Model comparison - lp__



I have various runs of the same model (and sometimes with one slightly changed parameter) and I want to compare models to get the model that fits my data the best. I was told this can be seen by the lp__ value, which is printed out in the model summary. Now my (stupid) question is, which value is better?
Lets say I got those values (I know, they are really close, but nevertheless), which model would be better?
I think I do not fully understand the meaning of log posterior…

Help would be very appreciated!


You are going to have to understand that to make good use of Stan, regardless of its (in)applicability to model comparison. In short, it is the kernel of the posterior density in log-units, possibly ignoring some or all constants. It is not useful for model comparison. Most people around here prefer to do comparisons involving (functions of) the log-likelihood, which excludes the contributions from the priors and the Jacobians for the transformations from the constrained space to the unconstrained space. See this paper:

Other people prefer to calculate the probability that each of several models is correct, conditional on at least one of them being (very close to) correct. See this paper

for some cautions about that approach, but if you are going to use it then you need the posterior density including the constants. If you have that, then you can use
See especially its tutorial.


The original question asked about comparing different runs on the same model, as well as different models.
If you are just comparing different runs, then surely the simple log probability is fine.


Thank you. And do you know if a smaller value is better or a larger value?


Logs are monotonic, so higher density is also higher log density. But what you’re looking for in sampling is to sample around the typical set, not around the mode.

Also, you probably don’t want to use lp__ as your yardstick as it drops constants and includes all the Jacobian adjustments to allow sampling to happen on the unconstrained scale.
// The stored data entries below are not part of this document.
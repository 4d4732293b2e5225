import type { DocumentFitProgress } from "@/lib/tb/analysis/fit-document";
import { startModuleWorker } from "@/lib/tb/worker-start";
import type { FitThreadReply, FitThreadRequest } from "./fit-thread-protocol";
import type { FitOutcome } from "./record";

export class FitThreadError extends Error {
  constructor(
    message: string,
    readonly inputError: boolean,
  ) {
    super(message);
    this.name = "FitThreadError";
  }
}

export interface FitThread {
  /** Resolves with the outcome (also for a stopped fit: its best point); rejects if the thread fails or dies. */
  result: Promise<FitOutcome>;
  /** Asks the fit to stop at its next iteration. */
  stop(): void;
  /** Ends the thread at once (after result settled, or as a last resort). */
  terminate(): Promise<void>;
}

export function runFitInThread(request: Extract<FitThreadRequest, { type: "run" }>, onProgress: (p: DocumentFitProgress) => void): FitThread {
  const thread = startModuleWorker(import.meta.url, "fit-thread");
  const result = new Promise<FitOutcome>((resolve, reject) => {
    thread.on("message", (msg: FitThreadReply) => {
      if (msg.type === "progress") onProgress(msg);
      else if (msg.type === "done") resolve(msg.outcome);
      else reject(new FitThreadError(msg.message, msg.inputError));
    });
    thread.on("error", (err) => reject(new FitThreadError(`the fit thread crashed: ${err.message}`, false)));
    thread.on("exit", (code) => reject(new FitThreadError(`the fit thread exited (code ${code}) before finishing`, false)));
  });
  thread.postMessage(request satisfies FitThreadRequest);
  return {
    result,
    stop: () => thread.postMessage({ type: "stop" } satisfies FitThreadRequest),
    terminate: async () => {
      await thread.terminate();
    },
  };
}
Why would you compare different runs on the same model and the same data?
The original question explicitly mentions model comparison. You can’t do that with just lp__ values.
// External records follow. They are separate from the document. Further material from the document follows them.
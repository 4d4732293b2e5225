import type { Metadata } from "next";
import Link from "next/link";
import { notFound } from "next/navigation";
import { PageTitle } from "@/app/_components/page-title";
import { db } from "@/db/client";
import { requirePageUser } from "@/lib/auth/guard";
import { getFamilyIdentity, listReleasesOfFamily } from "@/lib/registry/queries";
import { releaseStatus } from "@/lib/registry/status";
import { listFollowedFamilyIds } from "@/lib/registry/subscription-service";
import { FollowForm } from "./follow-form";
import { StatusBadge } from "../status-badge";

export const metadata: Metadata = { title: "Registry family" };
export const dynamic = "force-dynamic";

export default async function RegistryFamilyPage({ params }: { params: Promise<{ slug: string }> }) {
  const { slug } = await params;
  const user = await requirePageUser(`/registry/${slug}`);
  const family = await getFamilyIdentity(db, slug);
  if (!family) notFound();
  const releases = await listReleasesOfFamily(db, family.id);
  const following = (await listFollowedFamilyIds(user.id)).has(family.id);
  return (
    <>
      <Link href="/registry" className="text-sm text-copper-deep underline">
        ← Registry
      </Link>
      <PageTitle title={family.title} lead={family.description} />
      <div className="mb-6 flex flex-wrap items-center gap-4 text-sm">
        <FollowForm familySlug={family.slug} following={following} />
        <Link href={`/families/${family.slug}`} className="text-copper-deep underline">
          Family page and proposals
        </Link>
      </div>
      <ol className="space-y-4">
        {releases.map((r) => (
          <li key={r.id} className="rounded-lg border border-rule bg-white/60 p-4">
            <div className="flex flex-wrap items-baseline gap-3">
              <Link href={`/registry/${family.slug}/${r.version}`} className="num text-lg font-semibold text-copper-deep underline">
                {r.version}
              </Link>
              <StatusBadge status={releaseStatus(r)} />
              <span className="num text-xs text-ink-soft">
                {r.createdAt.toISOString().slice(0, 10)} · sha256 {r.sha256.slice(0, 16)}…
              </span>
            </div>
            <p className="mt-2 line-clamp-2 text-sm text-ink-soft">{r.changelog.split("\n")[0]}</p>
          </li>
        ))}
        {releases.length === 0 ? <li className="text-ink-soft">No releases yet.</li> : null}
      </ol>
    </>
  );
}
By “same model”, we mean the same log density. So there may be some misunderstanding in terminology here.


By “same model”, we mean the same log density. So there may be some misunderstanding in terminology here.

Oh that might be the case…
Actually, I am quiet confused right now :D

Lets just say, I have the same model code and I am starting some runs with this same model code but with random generated starting parameters, so there is always a slightly different outcome of the different runs.
Now I just want to know, which run was the best, and I read this was possible to answer by looking at the lp__ value, but I am not sure which lp__ value is the better one, a more negative one?


You should just do that with multiple chains in a single run. Or if you do it in CmdStan, then you should be combining the chains running the same model for posterior analysis.

You should not be looking for equal runs of the same model and finding the best. If they’re not all the same, you have convergence problems.